In his most sleepless moments, his mind wandered. Today, it was Alice. For hours he couldn’t shake the image of her milk-white innocence and fragility and the dark bloodied stains her gangster boyfriend had defiled her with.

Soon, Li was outside Tower East, coffee in hand. It was late afternoon. Sunglasses shielded his bloodshot eyes, burning in the way fatigued eyes do, from the sun. Each time he blinked, Alice’s face flashed before him. Blink. She’s smiling at him teasingly as her loose t-shirt flutters in the breeze. Blink. She’s looking down coyly as she combs her hair back behind her left ear. Blink. Her bare legs move back and forth as she shuffles her feet.
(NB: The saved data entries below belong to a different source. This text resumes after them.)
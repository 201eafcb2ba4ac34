"""Where in a bar of MusicXML a moment is: the note before it, and how far after that."""

from __future__ import annotations

from collections.abc import Iterator
from dataclasses import dataclass
from fractions import Fraction

from retune.adapters.xml import Element
from retune.score.musicxml.layout import PartSource
from retune.score.musicxml.values import decimal

_ZERO = Fraction(0)


@dataclass(frozen=True, slots=True)
class BarPlaces:
    """Notes and rests of one staff in one bar, with their onsets in quarter notes."""

    divisions: Fraction
    notes: tuple[tuple[Fraction, Element], ...]

    def at(self, onset: Fraction) -> tuple[Element, str] | None:
        """The note that begins at an onset or last before it, and the offset after it.

        The offset is in the file's divisions, as text; empty for none. None in an empty bar.
        """
        before = [place for place in self.notes if place[0] <= onset]
        if not before:
            return None
        latest = max(start for start, _ in before)
        note = next(element for start, element in before if start == latest)
        return note, _offset((onset - latest) * self.divisions)


def _offset(divisions: Fraction) -> str:
    """A length in divisions as xs:decimal.

    >>> _offset(Fraction(0)), _offset(Fraction(3)), _offset(Fraction(1, 3))
    ('', '3', '0.333333')
    """
    if divisions == 0:
        return ""
    if divisions.denominator == 1:
        return str(divisions.numerator)
    return f"{float(divisions):.6f}".rstrip("0").rstrip(".")


def places_of(part: PartSource, staff: int) -> Iterator[BarPlaces]:
    """The places of every bar of a part."""
    divisions = Fraction(1)
    for bar in part.bars:
        now = start = _ZERO
        notes: list[tuple[Fraction, Element]] = []
        for child in bar.body:
            length = (decimal(child.findtext("duration")) or _ZERO) / divisions
            if child.tag == "attributes":
                divisions = _positive(child.findtext("divisions")) or divisions
            elif child.tag == "backup":
                now = max(now - length, _ZERO)
            elif child.tag == "forward":
                now += length
            elif child.tag == "note" and child.find("chord") is None:
                start = now
                here = (child.findtext("staff") or "1").strip() == str(staff)
                if here and child.find("grace") is None:
                    notes.append((start, child))
                now += length
        yield BarPlaces(divisions, tuple(notes))


def _positive(text: str | None) -> Fraction | None:
    value = decimal(text)
    return value if value is not None and value > 0 else None
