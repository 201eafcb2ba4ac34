"""The exporter `midi`: a Standard MIDI File that sounds just on every synth that obeys bends.

Format 1, a conductor track and a track a part. Each note takes the key nearest its tuned pitch
and a small bend; the bend range is set by RPN 0 on every channel, so that the file sounds alike
everywhere. What is written is read back and compared with the tuned pitches.
"""

from __future__ import annotations

from collections.abc import Iterator, Sequence
from dataclasses import dataclass, field, replace
from enum import StrEnum
from typing import ClassVar

from retune.adapters.midi import RawMidi, write_midi_file
from retune.errors import OutputError, Place
from retune.export.base import OutputFile
from retune.export.bend import DEFAULT_RANGE, bend_step
from retune.export.midi_channels import Channels, PartNeeds, allot, percussion
from retune.export.midi_check import check_midi
from retune.export.midi_conductor import conductor
from retune.export.midi_mix import VOICE_OOHS, file_name, mix_of, program_of, remarks, strips_of
from retune.export.midi_plan import PlannedNote, Planner, bend_scale
from retune.export.midi_return import returned, source_of
from retune.export.midi_return_check import check_returned
from retune.export.midi_tracks import part_tracks
from retune.export.options import require_allowed
from retune.export.ticks import ticks_for
from retune.score.model import PartKind
from retune.score.titles import part_titles
from retune.tracks.take import Strip, Take
from retune.tuning.model import TunedScore


class Source(StrEnum):
    """What is made of a score that came as MIDI."""

    AUTO = "auto"
    NEW = "new"


@dataclass(frozen=True, slots=True)
class MidiOptions:
    """Options of the exporter."""

    channels: Channels = field(
        default=Channels.AUTO,
        metadata={"help": "channels a part: two, one, or auto for two while they fit"},
    )
    ports: bool = field(
        default=False,
        metadata={"help": "parts beyond 15 channels go to further MIDI ports"},
    )
    bend_range: int = field(
        default=DEFAULT_RANGE,
        metadata={"help": "pitch bend range in semitones", "least": 1, "most": 24},
    )
    glide_ms: float = field(
        default=40.0,
        metadata={
            "help": "milliseconds in which a held note moves to a new pitch",
            "least": 0,
            "most": 1000,
        },
    )
    source: Source = field(
        default=Source.AUTO,
        metadata={"help": "auto gives a MIDI file back as it came, retuned; new writes it anew"},
    )
    parts: bool = field(
        default=False,
        metadata={"help": "also a file for each part, on one channel where it can be"},
    )
    program: int = field(
        default=VOICE_OOHS,
        metadata={
            "help": "General MIDI program of the voices, counting from 0",
            "least": 0,
            "most": 127,
        },
    )


class MidiExporter:
    """Writes each take as one MIDI file."""

    name: ClassVar[str] = "midi"
    summary: ClassVar[str] = "MIDI with pitch bend on a channel or two a part; plays on any synth"
    suffixes: ClassVar[tuple[str, ...]] = (".mid",)
    Options: ClassVar[type[MidiOptions]] = MidiOptions

    def export(self, takes: Sequence[Take], options: MidiOptions) -> Iterator[OutputFile]:
        """Yield a file a take.

        Raises
        ------
        OutputError
            More different bends sound at once than MIDI has channels, or a pitch is beyond
            its keys; bar and beat are named.
        WishError
            An option is out of its range.
        """
        require_allowed(self.name, options)
        for take in takes:
            yield _returned_file(take, options) or _file_of(take, options)
            if options.parts and take.lead_in is None:
                yield from _part_files(take.tuned, options)


def _file_of(take: Take, options: MidiOptions) -> OutputFile:
    played = take.played
    score = played.score
    if not take.tuned.score.notes:
        raise OutputError("there is no note to write as MIDI", Place(score.file))
    ticks = ticks_for(played)
    strips = strips_of(take)
    scale = bend_scale(options.bend_range, "midi.bend_range=12")
    planned = Planner(played, ticks, scale, options.glide_ms / 1000.0).notes(strips)
    by_part: dict[int, list[PlannedNote]] = {index: [] for index in strips}
    for note in planned:
        by_part[note.part].append(note)
    clicks = [index for index in strips if score.parts[index].kind is PartKind.CLICK]
    needs = [
        PartNeeds(notes, program_of(score.parts[index], options.program), score.parts[index].tuned)
        for index, notes in by_part.items()
        if index not in clicks
    ]
    allotment = allot(score, needs, options.channels, options.ports)
    lanes = [*allotment.lanes, *(percussion(by_part[index]) for index in clicks)]
    end = max(ticks.at(score.end), *(note.off for note in planned))
    titles = part_titles(score)
    names = {index: titles[index] for index in strips}
    tracks = part_tracks(names, lanes, mix_of(score, strips), options.bend_range, end)
    data = write_midi_file(RawMidi(1, ticks.division, (conductor(score, ticks, end), *tracks)))
    return OutputFile(
        file_name("midi", take),
        data,
        "; ".join([allotment.note, *remarks(score, ticks)]),
        lambda found: check_midi(found, played, bend_step(options.bend_range), tuple(strips)),
    )


def _returned_file(take: Take, options: MidiOptions) -> OutputFile | None:
    """The user's own MIDI file, retuned; None where the score did not come as one."""
    if take.lead_in is not None or take.strips or options.source is Source.NEW:
        return None
    tuned = take.tuned
    raw = source_of(tuned)
    if raw is None:
        return None
    made = returned(tuned, raw, options.bend_range, options.glide_ms / 1000.0, options.channels)
    shift = tuned.score.transposition.semitones
    return OutputFile(
        file_name("midi", take),
        write_midi_file(made.raw),
        made.note,
        lambda found: check_returned(found, raw, made.instruments, made.bend_range, shift),
    )


def _part_files(tuned: TunedScore, options: MidiOptions) -> Iterator[OutputFile]:
    """A file for each part alone, for synths that play one voice."""
    alone = replace(options, channels=Channels.ONE)
    for part, title in zip(tuned.score.parts, part_titles(tuned.score), strict=True):
        strips = tuple(Strip() if one is part else None for one in tuned.score.parts)
        yield _file_of(Take(tuned, title, strips=strips), alone)
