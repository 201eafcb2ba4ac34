"""What a synth makes of a MIDI file: every key that sounds, with its pitch over time.

Nothing here knows how the file was made. Conventions: pitches are float key numbers on the
grid of A4 = 440 Hz; of events at one tick, those of the earlier track come first.
"""

from __future__ import annotations

from collections import defaultdict
from collections.abc import Iterator
from dataclasses import dataclass, field
from operator import itemgetter

from retune.adapters.midi import (
    Bend,
    Control,
    Event,
    Meta,
    MetaType,
    NoteOff,
    NoteOn,
    RawMidi,
    RawTrack,
)
from retune.errors import OutputError
from retune.export.bend import DEFAULT_RANGE, MIDDLE, bend_cents

_RPN_MSB, _RPN_LSB, _DATA_MSB, _DATA_LSB, _RESET_CONTROLLERS = 101, 100, 6, 38, 121
_BEND_RANGE, _NULL = (0, 0), (127, 127)


@dataclass(slots=True)
class HeardNote:
    """One key as it sounded, from its note-on to its note-off.

    `pitch` is that at the note-on; `moves` are (tick, pitch) of every bend after it.
    """

    track: int
    key: int
    on: int
    pitch: float
    off: int = -1
    moves: list[tuple[int, float]] = field(default_factory=list)

    @property
    def last(self) -> float:
        """The pitch at the note-off."""
        return self.moves[-1][1] if self.moves else self.pitch


@dataclass(slots=True)
class _Channel:
    """One channel's state: parameter selected, bend range in semitones, bend, sounding keys."""

    selected: tuple[int, int] = _NULL
    semitones: float = DEFAULT_RANGE
    bend: int = MIDDLE
    sounding: dict[int, HeardNote] = field(default_factory=dict)

    def pitch(self, key: int) -> float:
        return key + bend_cents(self.bend, self.semitones) / 100.0

    def control(self, controller: int, value: int) -> None:
        msb, lsb = self.selected
        if controller == _RPN_MSB:
            self.selected = (value, lsb)
        elif controller == _RPN_LSB:
            self.selected = (msb, value)
        elif controller == _DATA_MSB and self.selected == _BEND_RANGE:
            self.semitones = value
        elif controller == _DATA_LSB and self.selected == _BEND_RANGE:
            self.semitones = int(self.semitones) + value / 100.0
        elif controller == _RESET_CONTROLLERS:
            self.selected, self.bend = _NULL, MIDDLE


def heard_notes(raw: RawMidi) -> list[HeardNote]:
    """Every note of a format 1 file as it sounds.

    Raises `OutputError` where a key is struck while it sounds or is never released: a synth
    would cut one note off or let it hang.
    """
    ports = {number: _port(track) for number, track in enumerate(raw.tracks)}
    states: defaultdict[tuple[int, int], _Channel] = defaultdict(_Channel)
    heard: list[HeardNote] = []
    for tick, track, event in in_order(raw):
        port = ports[track]
        match event:
            case NoteOn(channel, key, velocity) if velocity > 0:
                state = states[port, channel]
                if key in state.sounding:
                    raise OutputError(f"key {key} is struck twice on channel {channel + 1}")
                note = HeardNote(track, key, tick, state.pitch(key))
                state.sounding[key] = note
                heard.append(note)
            case NoteOff(channel, key) | NoteOn(channel, key):
                if (ended := states[port, channel].sounding.pop(key, None)) is not None:
                    ended.off = tick
            case Bend(channel, value):
                state = states[port, channel]
                state.bend = value
                _move(state, tick)
            case Control(channel, controller, value):
                state = states[port, channel]
                state.control(controller, value)
                _move(state, tick)
            case _:
                pass
    if any(state.sounding for state in states.values()):
        raise OutputError("a note is never released")
    return heard


def _port(track: RawTrack) -> int:
    """The port of a track: of each, all sixteen channels are others (FF 21 01 pp)."""
    said = (event for _, event in track.events if isinstance(event, Meta))
    return next((event.data[0] for event in said if event.type == MetaType.PORT), 0)


def _move(state: _Channel, tick: int) -> None:
    for key, note in state.sounding.items():
        note.moves.append((tick, state.pitch(key)))


def in_order(raw: RawMidi) -> Iterator[tuple[int, int, Event]]:
    """Tick, track and event of all events; at one tick, those of the earlier track first."""
    merged = [
        (tick, number, event)
        for number, track in enumerate(raw.tracks)
        for tick, event in track.events
    ]
    merged.sort(key=itemgetter(0, 1))
    return iter(merged)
Blink.

The air in the stairwell was stagnant. Beads of sweat trickled down Li’s neck and into the collar of his shirt as he made his way up to apartment 5B. The door was unlocked. Alice’s boyfriend was in the kitchen with his back facing the front door. Li heard shuffling in the bedroom—Alice. Blink.

The pistol quivered in his trembling hands as his exhaustion began manifesting itself. He pulled the trigger, striking the boy in his lower back. Alice appeared from the bedroom, letting out a bloodcurdling scream, “NOOOOO!”

As the boy’s legs buckled beneath the weight of his distorting body, he turned, revealing himself to Li. Li’s heart shuddered as he leapt towards the boy, in Alice’s arms now.

Li cried, “Danny? Danny?!”

He had lost his son twice now and there was cold comfort in the fact that he would never lose him again.